Every record, from the first line to the last, needs to be given again exactly.

## DATA TO EXAMINE

=== Section Start ===

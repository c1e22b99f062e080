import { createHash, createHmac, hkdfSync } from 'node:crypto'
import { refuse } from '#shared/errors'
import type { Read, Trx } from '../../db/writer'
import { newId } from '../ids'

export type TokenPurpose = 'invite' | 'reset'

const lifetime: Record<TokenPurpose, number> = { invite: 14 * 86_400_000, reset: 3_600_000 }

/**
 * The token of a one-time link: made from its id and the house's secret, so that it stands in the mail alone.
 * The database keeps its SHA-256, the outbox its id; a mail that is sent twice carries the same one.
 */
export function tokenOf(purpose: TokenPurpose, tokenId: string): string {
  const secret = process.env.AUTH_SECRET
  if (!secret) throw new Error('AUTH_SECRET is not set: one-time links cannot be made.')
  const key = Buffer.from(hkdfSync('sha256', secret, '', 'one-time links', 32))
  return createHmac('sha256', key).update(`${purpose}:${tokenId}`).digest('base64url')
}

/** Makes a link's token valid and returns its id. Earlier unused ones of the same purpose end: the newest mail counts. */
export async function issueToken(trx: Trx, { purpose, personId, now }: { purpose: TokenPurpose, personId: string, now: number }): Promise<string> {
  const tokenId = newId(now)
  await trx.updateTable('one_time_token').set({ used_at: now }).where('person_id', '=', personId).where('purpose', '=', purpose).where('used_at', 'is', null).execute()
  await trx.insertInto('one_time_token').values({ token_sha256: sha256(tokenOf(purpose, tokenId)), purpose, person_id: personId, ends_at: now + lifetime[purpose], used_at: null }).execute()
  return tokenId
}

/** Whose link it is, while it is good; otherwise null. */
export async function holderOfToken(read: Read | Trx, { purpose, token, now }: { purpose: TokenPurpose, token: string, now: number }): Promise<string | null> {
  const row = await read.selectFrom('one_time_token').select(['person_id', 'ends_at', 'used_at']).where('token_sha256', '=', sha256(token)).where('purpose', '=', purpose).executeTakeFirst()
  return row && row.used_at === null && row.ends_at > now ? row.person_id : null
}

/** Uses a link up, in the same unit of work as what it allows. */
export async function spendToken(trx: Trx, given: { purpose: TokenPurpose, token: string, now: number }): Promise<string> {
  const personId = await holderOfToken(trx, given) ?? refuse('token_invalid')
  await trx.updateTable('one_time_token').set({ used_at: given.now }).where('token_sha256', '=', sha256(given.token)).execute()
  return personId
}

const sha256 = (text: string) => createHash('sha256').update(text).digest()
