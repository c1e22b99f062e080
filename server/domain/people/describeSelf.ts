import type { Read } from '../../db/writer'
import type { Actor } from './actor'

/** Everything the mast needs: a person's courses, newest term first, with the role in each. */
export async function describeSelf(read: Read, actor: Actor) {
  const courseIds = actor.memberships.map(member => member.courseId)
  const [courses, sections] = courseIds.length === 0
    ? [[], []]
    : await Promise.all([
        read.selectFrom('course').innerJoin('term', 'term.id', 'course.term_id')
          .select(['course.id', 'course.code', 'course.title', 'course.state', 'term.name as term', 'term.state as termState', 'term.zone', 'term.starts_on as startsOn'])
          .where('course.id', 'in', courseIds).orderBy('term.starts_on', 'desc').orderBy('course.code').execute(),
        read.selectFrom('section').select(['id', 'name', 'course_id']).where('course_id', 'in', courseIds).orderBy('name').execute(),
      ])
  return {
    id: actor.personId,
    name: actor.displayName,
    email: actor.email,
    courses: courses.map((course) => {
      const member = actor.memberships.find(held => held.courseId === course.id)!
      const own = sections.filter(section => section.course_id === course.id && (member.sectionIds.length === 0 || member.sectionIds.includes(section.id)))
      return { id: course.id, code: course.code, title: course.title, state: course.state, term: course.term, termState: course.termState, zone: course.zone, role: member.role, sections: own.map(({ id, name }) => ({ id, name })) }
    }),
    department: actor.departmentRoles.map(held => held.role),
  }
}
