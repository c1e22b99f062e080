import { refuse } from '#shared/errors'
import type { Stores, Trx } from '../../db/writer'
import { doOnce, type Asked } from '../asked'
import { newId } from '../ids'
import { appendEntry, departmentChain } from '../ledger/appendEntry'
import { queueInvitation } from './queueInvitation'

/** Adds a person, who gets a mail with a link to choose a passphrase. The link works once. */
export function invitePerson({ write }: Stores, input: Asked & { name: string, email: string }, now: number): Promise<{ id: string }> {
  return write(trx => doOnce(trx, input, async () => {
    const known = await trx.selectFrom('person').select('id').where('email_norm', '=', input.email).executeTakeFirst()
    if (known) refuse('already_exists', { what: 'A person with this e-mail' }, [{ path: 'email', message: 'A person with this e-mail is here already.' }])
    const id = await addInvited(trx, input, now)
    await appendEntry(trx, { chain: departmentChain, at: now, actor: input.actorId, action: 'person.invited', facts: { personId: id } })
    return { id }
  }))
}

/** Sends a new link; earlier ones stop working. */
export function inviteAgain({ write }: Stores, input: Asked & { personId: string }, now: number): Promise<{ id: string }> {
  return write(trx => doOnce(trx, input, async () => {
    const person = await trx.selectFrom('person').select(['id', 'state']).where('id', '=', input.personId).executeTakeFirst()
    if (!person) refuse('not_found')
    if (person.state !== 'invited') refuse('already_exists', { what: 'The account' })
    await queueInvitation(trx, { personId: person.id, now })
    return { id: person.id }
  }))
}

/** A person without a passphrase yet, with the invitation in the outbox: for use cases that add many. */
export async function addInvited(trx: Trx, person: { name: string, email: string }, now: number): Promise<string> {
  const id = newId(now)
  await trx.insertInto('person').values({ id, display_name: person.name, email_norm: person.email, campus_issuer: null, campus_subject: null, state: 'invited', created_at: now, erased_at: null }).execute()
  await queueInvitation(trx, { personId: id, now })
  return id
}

=== Section End ===

## WRITTEN SOLUTION
repository c1e22b99f062e080
import { createHash, createHmac, hkdfSync } from 'node:crypto'
import { refuse } from '#shared/errors'
import type { Read, Trx } from '../../db/writer'
import { newId } from '../ids'

export type TokenPurpose = 'invite' | 'reset'

const lifetime: Record<TokenPurpose, number> = { invite: 14 * 86_400_000, reset: 3_600_000 }

/**
 * The token of a one-time link: made from its id and the house's secret, so that it stands in the mail alone.
 * The database keeps its SHA-256, the outbox its id; a mail that is sent twice carries the same one.
 */
export function tokenOf(purpose: TokenPurpose, tokenId: string): string {
  const secret = process.env.AUTH_SECRET
  if (!secret) throw new Error('AUTH_SECRET is not set: one-time links cannot be made.')
  const key = Buffer.from(hkdfSync('sha256', secret, '', 'one-time links', 32))
  return createHmac('sha256', key).update(`${purpose}:${tokenId}`).digest('base64url')
}

/** Makes a link's token valid and returns its id. Earlier unused ones of the same purpose end: the newest mail counts. */
export async function issueToken(trx: Trx, { purpose, personId, now }: { purpose: TokenPurpose, personId: string, now: number }): Promise<string> {
  const tokenId = newId(now)
  await trx.updateTable('one_time_token').set({ used_at: now }).where('person_id', '=', personId).where('purpose', '=', purpose).where('used_at', 'is', null).execute()
  await trx.insertInto('one_time_token').values({ token_sha256: sha256(tokenOf(purpose, tokenId)), purpose, person_id: personId, ends_at: now + lifetime[purpose], used_at: null }).execute()
  return tokenId
}

/** Whose link it is, while it is good; otherwise null. */
export async function holderOfToken(read: Read | Trx, { purpose, token, now }: { purpose: TokenPurpose, token: string, now: number }): Promise<string | null> {
  const row = await read.selectFrom('one_time_token').select(['person_id', 'ends_at', 'used_at']).where('token_sha256', '=', sha256(token)).where('purpose', '=', purpose).executeTakeFirst()
  return row && row.used_at === null && row.ends_at > now ? row.person_id : null
}

/** Uses a link up, in the same unit of work as what it allows. */
export async function spendToken(trx: Trx, given: { purpose: TokenPurpose, token: string, now: number }): Promise<string> {
  const personId = await holderOfToken(trx, given) ?? refuse('token_invalid')
  await trx.updateTable('one_time_token').set({ used_at: given.now }).where('token_sha256', '=', sha256(given.token)).execute()
  return personId
}

const sha256 = (text: string) => createHash('sha256').update(text).digest()
repository c1e22b99f062e080
filename server/domain/people/describeSelf.ts
import type { Read } from '../../db/writer'
import type { Actor } from './actor'

/** Everything the mast needs: a person's courses, newest term first, with the role in each. */
export async function describeSelf(read: Read, actor: Actor) {
  const courseIds = actor.memberships.map(member => member.courseId)
  const [courses, sections] = courseIds.length === 0
    ? [[], []]
    : await Promise.all([
        read.selectFrom('course').innerJoin('term', 'term.id', 'course.term_id')
          .select(['course.id', 'course.code', 'course.title', 'course.state', 'term.name as term', 'term.state as termState', 'term.zone', 'term.starts_on as startsOn'])
          .where('course.id', 'in', courseIds).orderBy('term.starts_on', 'desc').orderBy('course.code').execute(),
        read.selectFrom('section').select(['id', 'name', 'course_id']).where('course_id', 'in', courseIds).orderBy('name').execute(),
      ])
  return {
    id: actor.personId,
    name: actor.displayName,
    email: actor.email,
    courses: courses.map((course) => {
      const member = actor.memberships.find(held => held.courseId === course.id)!
      const own = sections.filter(section => section.course_id === course.id && (member.sectionIds.length === 0 || member.sectionIds.includes(section.id)))
      return { id: course.id, code: course.code, title: course.title, state: course.state, term: course.term, termState: course.termState, zone: course.zone, role: member.role, sections: own.map(({ id, name }) => ({ id, name })) }
    }),
    department: actor.departmentRoles.map(held => held.role),
  }
}
repository c1e22b99f062e080
import { refuse } from '#shared/errors'
import type { Stores, Trx } from '../../db/writer'
import { doOnce, type Asked } from '../asked'
import { newId } from '../ids'
import { appendEntry, departmentChain } from '../ledger/appendEntry'
import { queueInvitation } from './queueInvitation'

/** Adds a person, who gets a mail with a link to choose a passphrase. The link works once. */
export function invitePerson({ write }: Stores, input: Asked & { name: string, email: string }, now: number): Promise<{ id: string }> {
  return write(trx => doOnce(trx, input, async () => {
    const known = await trx.selectFrom('person').select('id').where('email_norm', '=', input.email).executeTakeFirst()
    if (known) refuse('already_exists', { what: 'A person with this e-mail' }, [{ path: 'email', message: 'A person with this e-mail is here already.' }])
    const id = await addInvited(trx, input, now)
    await appendEntry(trx, { chain: departmentChain, at: now, actor: input.actorId, action: 'person.invited', facts: { personId: id } })
    return { id }
  }))
}

/** Sends a new link; earlier ones stop working. */
export function inviteAgain({ write }: Stores, input: Asked & { personId: string }, now: number): Promise<{ id: string }> {
  return write(trx => doOnce(trx, input, async () => {
    const person = await trx.selectFrom('person').select(['id', 'state']).where('id', '=', input.personId).executeTakeFirst()
    if (!person) refuse('not_found')
    if (person.state !== 'invited') refuse('already_exists', { what: 'The account' })
    await queueInvitation(trx, { personId: person.id, now })
    return { id: person.id }
  }))
}

/** A person without a passphrase yet, with the invitation in the outbox: for use cases that add many. */
export async function addInvited(trx: Trx, person: { name: string, email: string }, now: number): Promise<string> {
  const id = newId(now)
  await trx.insertInto('person').values({ id, display_name: person.name, email_norm: person.email, campus_issuer: null, campus_subject: null, state: 'invited', created_at: now, erased_at: null }).execute()
  await queueInvitation(trx, { personId: id, now })
  return id
}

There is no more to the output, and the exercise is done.